ORIGINAL

Abstract

Collective cell migration and tissue expansion are integral to wound healing. Studies into the dynamics of these phenomena primarily utilize 2D microscopy techniques with 3D microscopy techniques often being too phototoxic for the long time-lapses necessary to gather sufficient resolution in the z-axis. With advances in light sheet fluorescence imaging in the form of dual-view inverted selective plane illumination microscopy (diSPIM), growing epithelial tissues can be rapidly imaged with high resolution and minimal photo-toxicity, offering new insights into the dynamics of cell sheets and morphology of such tissues. Upon Princeton University’s recent procurement of a diSPIM, its proper calibration and the establishment of run conditions became necessary and thus are the focus of this thesis. Using micropatterned epithelial (MDCK-II) monolayers, the diSPIM was optimized for capturing live 3D time-lapses, imaging colliding epithelial tissues in 3D, and exploring the effects of shape and orientation on the collision dynamics of tissue collision. From this work, it was found that by orienting colliding tissues at a 45º angle from one another, a smooth collision boundary that is distinct from rough head-on collision boundaries within the same tissue can be created.

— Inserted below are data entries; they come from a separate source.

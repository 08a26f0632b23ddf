import type { StageReasons } from '../problem/explanation';
import type { Plan } from '../problem/plan';
import type { Problem } from '../problem/problem';
import { Explainer } from './explainer';

/** Why each placed stage starts when it does, in the order of stage ids; the reason that binds last comes first. */
export function explain(problem: Problem, plan: Plan): StageReasons[] {
  const explainer = new Explainer(problem, plan);
  const found: StageReasons[] = [];
  explainer.compiled.stages.forEach((stage, i) => {
    if (explainer.layout.isPlaced[i] === 1) found.push({ stageId: stage.id, reasons: explainer.reasonsFor(i) });
  });
  return found;
}
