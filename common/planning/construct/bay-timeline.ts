import { NEVER } from './calendar';

/** How much of a bay is taken over time, as steps: `used[k]` holds from `at[k]` until `at[k + 1]`. */
export class BayTimeline {
  private at = new Int32Array(32);
  private used = new Int32Array(32);
  private count = 1;

  constructor(readonly capacity: number) {
    this.at[0] = -NEVER;
  }

  clear(): void {
    this.count = 1;
    this.at[0] = -NEVER;
    this.used[0] = 0;
  }

  /** Becomes a copy of another timeline of the same capacity. */
  copyFrom(other: BayTimeline): void {
    while (this.at.length < other.count) this.grow();
    for (let k = 0; k < other.count; k += 1) {
      this.at[k] = other.at[k];
      this.used[k] = other.used[k];
    }
    this.count = other.count;
  }

  /**
   * When the last clash ends that units from `start` until `end` would meet; -1 where they fit. Nothing that starts before then
   * and lasts as long can fit either.
   */
  clashEnd(start: number, end: number, units: number): number {
    if (end <= start || units === 0) return -1;
    const room = this.capacity - units;
    if (room < 0) return NEVER;
    for (let k = this.stepAt(end - 1); k >= 0; k -= 1) {
      if (this.used[k] > room) return k + 1 < this.count ? this.at[k + 1] : NEVER;
      if (this.at[k] <= start) return -1;
    }
    return -1;
  }

  /** Adds units (or takes them away where negative) from `start` until `end`. */
  add(start: number, end: number, units: number): void {
    if (end <= start || units === 0) return;
    const from = this.splitAt(start);
    const until = end >= NEVER ? this.count : this.splitAt(end);
    for (let k = from; k < until; k += 1) this.used[k] += units;
    this.melt(until);
    this.melt(from);
  }

  /** The first stretch from `start` on in which more is taken than there is, as its start; NEVER where there is none. */
  firstOver(start: number): number {
    for (let k = this.stepAt(start); k < this.count; k += 1) {
      if (this.used[k] > this.capacity) return this.at[k] > start ? this.at[k] : start;
    }
    return NEVER;
  }

  /** The end of the unbroken stretch of too much that holds at an instant; the instant itself where nothing is amiss. */
  overUntil(instant: number): number {
    let k = this.stepAt(instant);
    if (this.used[k] <= this.capacity) return instant;
    while (k < this.count && this.used[k] > this.capacity) k += 1;
    return k < this.count ? this.at[k] : NEVER;
  }

  /** Units taken for ever after the last step: those of holds that are not yet let go. */
  takenForEver(): number {
    return this.used[this.count - 1];
  }

  private stepAt(instant: number): number {
    let low = 0;
    let high = this.count - 1;
    while (low < high) {
      const middle = (low + high + 1) >> 1;
      if (this.at[middle] <= instant) low = middle;
      else high = middle - 1;
    }
    return low;
  }

  private splitAt(instant: number): number {
    const k = this.stepAt(instant);
    if (this.at[k] === instant) return k;
    if (this.count === this.at.length) this.grow();
    this.at.copyWithin(k + 2, k + 1, this.count);
    this.used.copyWithin(k + 2, k + 1, this.count);
    this.at[k + 1] = instant;
    this.used[k + 1] = this.used[k];
    this.count += 1;
    return k + 1;
  }

  /** Drops a step that changes nothing. */
  private melt(k: number): void {
    if (k <= 0 || k >= this.count || this.used[k] !== this.used[k - 1]) return;
    this.at.copyWithin(k, k + 1, this.count);
    this.used.copyWithin(k, k + 1, this.count);
    this.count -= 1;
  }

  private grow(): void {
    const at = new Int32Array(this.at.length * 2);
    const used = new Int32Array(this.used.length * 2);
    at.set(this.at);
    used.set(this.used);
    this.at = at;
    this.used = used;
  }
}
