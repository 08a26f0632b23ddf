import type { AdvanceProfile } from '../problem/dwell';
import { NEVER } from './calendar';

/**
 * A rate of curing with its running integral, so that the end of a dwell is one search away. Instants count from the horizon's
 * start; ages are thousandths of a reference minute, whole numbers below 2^53.
 */
export class CuringCurve {
  private readonly from: Float64Array;
  private readonly rate: Float64Array;
  private readonly fastest: number;
  /** Age gained from the first piece's start until each piece's. */
  private readonly gained: Float64Array;

  constructor(profile: AdvanceProfile, origin: number) {
    this.from = Float64Array.from(profile.from, (at) => at - origin);
    this.rate = Float64Array.from(profile.permille);
    this.fastest = Math.max(...this.rate);
    this.gained = new Float64Array(this.from.length);
    for (let k = 1; k < this.from.length; k += 1) {
      this.gained[k] = this.gained[k - 1] + (this.from[k] - this.from[k - 1]) * this.rate[k - 1];
    }
  }

  /** Fewer minutes than this never gain an age, whenever they begin. */
  leastMinutes(age: number): number {
    return this.fastest > 0 ? Math.min(NEVER, Math.ceil(age / this.fastest)) : NEVER;
  }

  /** The first whole minute by which `age` is gained after `start`; NEVER where it never is. */
  endOf(start: number, age: number): number {
    if (age <= 0) return start;
    const target = this.ageAt(start) + age;
    const { gained, from, rate } = this;
    let low = 0;
    let high = gained.length - 1;
    while (low < high) {
      const middle = (low + high + 1) >> 1;
      if (gained[middle] < target) low = middle;
      else high = middle - 1;
    }
    if (rate[low] === 0) return NEVER;
    return Math.min(NEVER, from[low] + Math.ceil((target - gained[low]) / rate[low]));
  }

  private ageAt(instant: number): number {
    let low = 0;
    let high = this.from.length - 1;
    while (low < high) {
      const middle = (low + high + 1) >> 1;
      if (this.from[middle] <= instant) low = middle;
      else high = middle - 1;
    }
    return this.gained[low] + (instant - this.from[low]) * this.rate[low];
  }
}

/** The end of `age` thousandths after `start` where no curve is known: the reference temperature throughout. */
export function endAtReference(start: number, age: number): number {
  return Math.min(NEVER, start + Math.ceil(age / 1000));
}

The smooth boundaries were found in various tissue shapes and collision conformations, suggesting that the observed phenomenon is dependent on the curvature of the collision rather than the overall shape of the tissue. Additionally, we were able to repeatably induce the formation of lines of tissue between two confining epithelial monolayers, structures of approximately a single cell in width, known as an "escape."